Un aller simple pour la métropole et l’assimilation
Le « rapatriement » (c’est le mot constamment employé par la FOEFI et l’administration) des enfants eurasiens implique un voyage sans retour. Madeleine M., née en 1948 et partie en 1956 raconte : « sur le quai, il y avait toute la famille et puis je voyais ce grand bateau. Et maman nous a mis à la queue-leu-leu et puis on nous a demandé de dire au revoir au Vietnam. Pas à notre famille, au Vietnam ! On dit au revoir au Vietnam. Alors bien sûr, comme des petits enfants de sept ans et demi j’ai dit au revoir au Vietnam ». Les filles arrivées après un voyage en bateau long d’une trentaine de jours (fig. 12), se souviennent d’un périple interminable, du mal de mer, des escales (même si elles ne descendaient pas), des noms des navires : le Champollion, le Henri Poincaré, le Cyrénia sur lequel Madeleine a fait le voyage en décembre 1955-janvier 1956 (fig. 13). Comme il y a à bord de nombreux militaires qui rentrent en France, « d’instinct, chacune s’est appropriée un papa. Un papa français, un papa militaire puisque nous sommes tous et toutes des enfants de militaires français ».
Les Eurasiennes arrivées en avion n’eurent pas la même représentation de l’éloignement géographique. Héléne M., née en 1957, partie en 1963, raconte : « L’avion décolla, nous avons atterri à Saigon, ensuite Delhi je crois, [...] Ce dont je me souviens mieux c'est le voyage en train, l’arrivée à Saint-Rambert dans l’estafette, les sœurs tout habillées de noir avec leur voile, et j'étais effrayée par elles mais trop fatiguée pour réagir ».
Les photos de la FOEFI : la preuve par l’image
Les transferts des enfants eurasiens vers la France se sont échelonnés de 1947 au début des années 1970 avec des vagues importantes certaines années (par exemple en 1949, 1954, 1963).

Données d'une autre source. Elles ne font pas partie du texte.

Rules of this module:
- The rewrite (``proxy.sql.rewrite``) stays one sqlglot tree, written for PostgreSQL. This module
  reads that text back (``read="postgres"``), applies the transforms of ``SPARK_TRANSFORMS`` (one
  row per place where the engines differ and sqlglot's Spark writer does not already agree), and
  writes it with ``dialect="spark"``. The privacy argument of the rewrite's docstring is kept
  because every transform produces the same values on every row (see each row's reason).
- Where sqlglot's writer already bridges a difference, tests pin it (``tests/test_spark.py``):
  NULL ordering (PostgreSQL sorts NULL last ascending, Spark first: the writer adds NULLS LAST),
  ``date_trunc`` (Spark's takes the unit first, as PostgreSQL's; the rewrite casts its timestamp
  to a date) and casts to text (STRING). The other differences are rows of ``SPARK_TRANSFORMS``:
  integer division (PostgreSQL's ``/`` on integers truncates toward zero, Spark's is exact:
  written ``DIV``), floors of decimal quotients, width_bucket, rounding per type, extract
  numbering, long date_trunc units, unsized NUMERIC casts, one-argument GREATEST/LEAST,
  correlated subqueries in ORDER BY, MATERIALIZED, generate_series and date + integer.
- Shapes that cannot be written with PostgreSQL's exact values are refused (0A000) before
  anything runs: number keys over floating-point columns (PostgreSQL converts a double to
  NUMERIC through 15 digits, Spark otherwise), floors and buckets over DECIMALs wider than 18
  digits (Spark's decimals drop scale past 38 digits), any other unsized NUMERIC cast.
- Session settings the rewrite reads with ``current_setting(name)`` (the noise of the bounds'
  noisy-max choice, drawn by the engine per query) become named parameters of Spark's
  parameterised SQL, bound per query: a setting the engine did not give fails the query (fail
  closed).
- Spark runs with ANSI mode on: an overflowing sum or a decimal that no longer fits raises an
  error instead of becoming NULL (which COALESCE would turn into a data-dependent 0).
- Statement timeouts and cancellation use Spark Connect's operation tags: each query runs under
  a tag of its own, interrupted by a timer or by the session's cancel request.
- Spark error text never leaves this module (it could quote a row), as in ``proxy.backend``.
  Spark has no read-only transactions: give the Connect server's user read access only.
- The rewrite's final ORDER BY of the cells' ordinals (``c.i0, c.i1, ...``, the leading
  output columns, never NULL) is not sent: Spark would sort a handful of rows through a
  range-partitioned exchange, sampled by a job of its own. ``run`` sorts the collected rows by
  those columns instead, ascending with NULL last as PostgreSQL would: the same rows in the
  same order.
- Per-individual answers of at most ``WIDE_CELLS`` cells are asked of the rewrite in its
  one-row-per-individual shape (``proxy.sql.rewrite``, module notes 11): the same rows as the
  joined shape, in one grouping per (individual, cell), one per individual and one aggregate,
  where the joined shape's windows, joins and scalar subqueries each run as stages of their
  own. The cell ordinal it computes per row reads as an integer column.
- PostgreSQL's planner settings (``proxy.backend.BACKEND_SETTINGS``: JIT off, a larger
  work_mem) are not carried over: they change speed only, never a value, and Spark plans its
  own code generation and spills under its executors' memory settings.
"""

from __future__ import annotations

import functools
import logging
import re
import threading
import uuid
import warnings
from collections.abc import Mapping
from decimal import Decimal
from typing import Any

import sqlglot
import sqlglot.expressions as exp

from proxy.backend import QueryControl
from proxy.errors import FEATURE_NOT_SUPPORTED, INTERNAL_ERROR, QUERY_CANCELED, HushError
from proxy.policy import Policies
from proxy.sql.rewrite import JOINED_ROWS_ALIAS, WIDE_CELL_COLUMN

log = logging.getLogger("hushql.spark")
# pyspark warns on import that it does not "fully support" the pandas installed; this module
# sends no pandas data (the demo loader sends plain columns), and the warning would be the
# first thing an operator reads on every start.
warnings.filterwarnings("ignore", message="PySpark does not yet fully support pandas",
                        category=FutureWarning)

Si la mémoire de ce déplacement est vive chez les Eurasien.ne.s, son histoire et celle de la FOEFI commencent tout juste à s’écrire, le vécu individuel et l’expérience traumatique étant des axes essentiels d’analyse. Les sources administratives et associatives mobilisables sont riches et, dans les archives, les photographies des différents centres de prise en charge des enfants (en Indochine et en France) ne sont pas rares. Pour leurs responsables, comme pour la FOEFI, il s’agissait de faire la preuve par l’image que les foyers étaient bien tenus, que les enfants étaient bien encadrés, qu’ils étudiaient, se formaient. En un mot qu’ils s’épanouissaient. Ces photographies, consultables dans plusieurs fonds d’archives, notamment aux ANOM (1), constituent donc une source essentielle pour écrire l’histoire de cet épisode, mais elles souvent très construites. Ainsi, cette photographie de Marguerite Graffeuil (1895-1991), veuve du Résident supérieur en Annam de 1934 à 1940 Maurice Graffeuil, qui s’occupe tout particulièrement des filles à la FOEFI (2), posant avec des pensionnaires d’un foyer (fig. 14). On repère également une religieuse de la congrégation Notre-Dame-des-Missions, très impliquée dans la prise en charge des Eurasiennes, sous la houlette de Sœur Marie Sainte-Jeanne-d’Arc, alias Mère Jeanne (Rose Bichon, 1899-1979). Les premières Eurasiennes envoyées en France (une vingtaine) arrivent en 1947 dans leur établissement de Toulon (fig. 15).